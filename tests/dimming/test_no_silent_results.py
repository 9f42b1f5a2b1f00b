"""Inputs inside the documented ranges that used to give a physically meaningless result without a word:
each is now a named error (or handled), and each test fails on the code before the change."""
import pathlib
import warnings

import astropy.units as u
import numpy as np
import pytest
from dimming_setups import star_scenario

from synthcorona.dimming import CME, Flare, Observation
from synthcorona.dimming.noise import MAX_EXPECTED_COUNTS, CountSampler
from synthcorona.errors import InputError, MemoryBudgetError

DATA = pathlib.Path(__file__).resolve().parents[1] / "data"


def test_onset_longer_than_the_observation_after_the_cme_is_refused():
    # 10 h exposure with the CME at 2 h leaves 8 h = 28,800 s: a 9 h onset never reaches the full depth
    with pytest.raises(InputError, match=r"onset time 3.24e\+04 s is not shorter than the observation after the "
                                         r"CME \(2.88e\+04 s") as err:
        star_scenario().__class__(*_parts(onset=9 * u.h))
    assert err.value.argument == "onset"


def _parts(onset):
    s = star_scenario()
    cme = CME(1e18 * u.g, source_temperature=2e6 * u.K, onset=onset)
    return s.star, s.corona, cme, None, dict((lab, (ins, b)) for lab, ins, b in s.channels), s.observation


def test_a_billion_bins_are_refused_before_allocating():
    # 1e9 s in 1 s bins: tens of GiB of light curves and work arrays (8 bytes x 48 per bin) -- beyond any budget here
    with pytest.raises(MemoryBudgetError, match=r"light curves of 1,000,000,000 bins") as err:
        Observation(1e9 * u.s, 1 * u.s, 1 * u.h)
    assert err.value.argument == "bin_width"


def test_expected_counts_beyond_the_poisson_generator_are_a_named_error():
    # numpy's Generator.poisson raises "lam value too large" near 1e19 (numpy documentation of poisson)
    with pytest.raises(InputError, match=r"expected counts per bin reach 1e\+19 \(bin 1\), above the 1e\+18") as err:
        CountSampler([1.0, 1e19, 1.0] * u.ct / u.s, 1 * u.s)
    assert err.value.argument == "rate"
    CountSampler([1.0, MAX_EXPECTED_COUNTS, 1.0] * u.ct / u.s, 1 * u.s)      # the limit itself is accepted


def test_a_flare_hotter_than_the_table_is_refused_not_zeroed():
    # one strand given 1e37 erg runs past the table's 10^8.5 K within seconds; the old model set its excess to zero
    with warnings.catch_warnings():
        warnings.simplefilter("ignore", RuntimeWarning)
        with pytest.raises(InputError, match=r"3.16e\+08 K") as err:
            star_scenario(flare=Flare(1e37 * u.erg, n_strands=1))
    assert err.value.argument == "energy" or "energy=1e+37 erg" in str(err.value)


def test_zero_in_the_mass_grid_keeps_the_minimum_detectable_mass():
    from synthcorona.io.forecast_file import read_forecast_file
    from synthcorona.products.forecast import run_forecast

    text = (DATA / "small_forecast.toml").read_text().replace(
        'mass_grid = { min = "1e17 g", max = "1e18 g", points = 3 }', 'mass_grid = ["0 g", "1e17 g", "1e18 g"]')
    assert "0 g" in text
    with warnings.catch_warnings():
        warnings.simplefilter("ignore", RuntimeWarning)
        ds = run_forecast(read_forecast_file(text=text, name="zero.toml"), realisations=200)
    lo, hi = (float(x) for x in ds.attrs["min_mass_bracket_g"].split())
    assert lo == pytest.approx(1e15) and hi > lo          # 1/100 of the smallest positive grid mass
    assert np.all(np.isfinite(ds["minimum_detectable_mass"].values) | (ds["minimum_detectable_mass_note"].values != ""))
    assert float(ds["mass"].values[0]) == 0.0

- _REQUIRED WORK_:
Could you copy every line from the records that mentions the word "import"?

- _PROBLEM SOLUTION_:
import pathlib
import warnings
import astropy.units as u
import numpy as np
import pytest
from dimming_setups import star_scenario
from synthcorona.dimming import CME, Flare, Observation
from synthcorona.dimming.noise import MAX_EXPECTED_COUNTS, CountSampler
from synthcorona.errors import InputError, MemoryBudgetError
    from synthcorona.io.forecast_file import read_forecast_file
    from synthcorona.products.forecast import run_forecast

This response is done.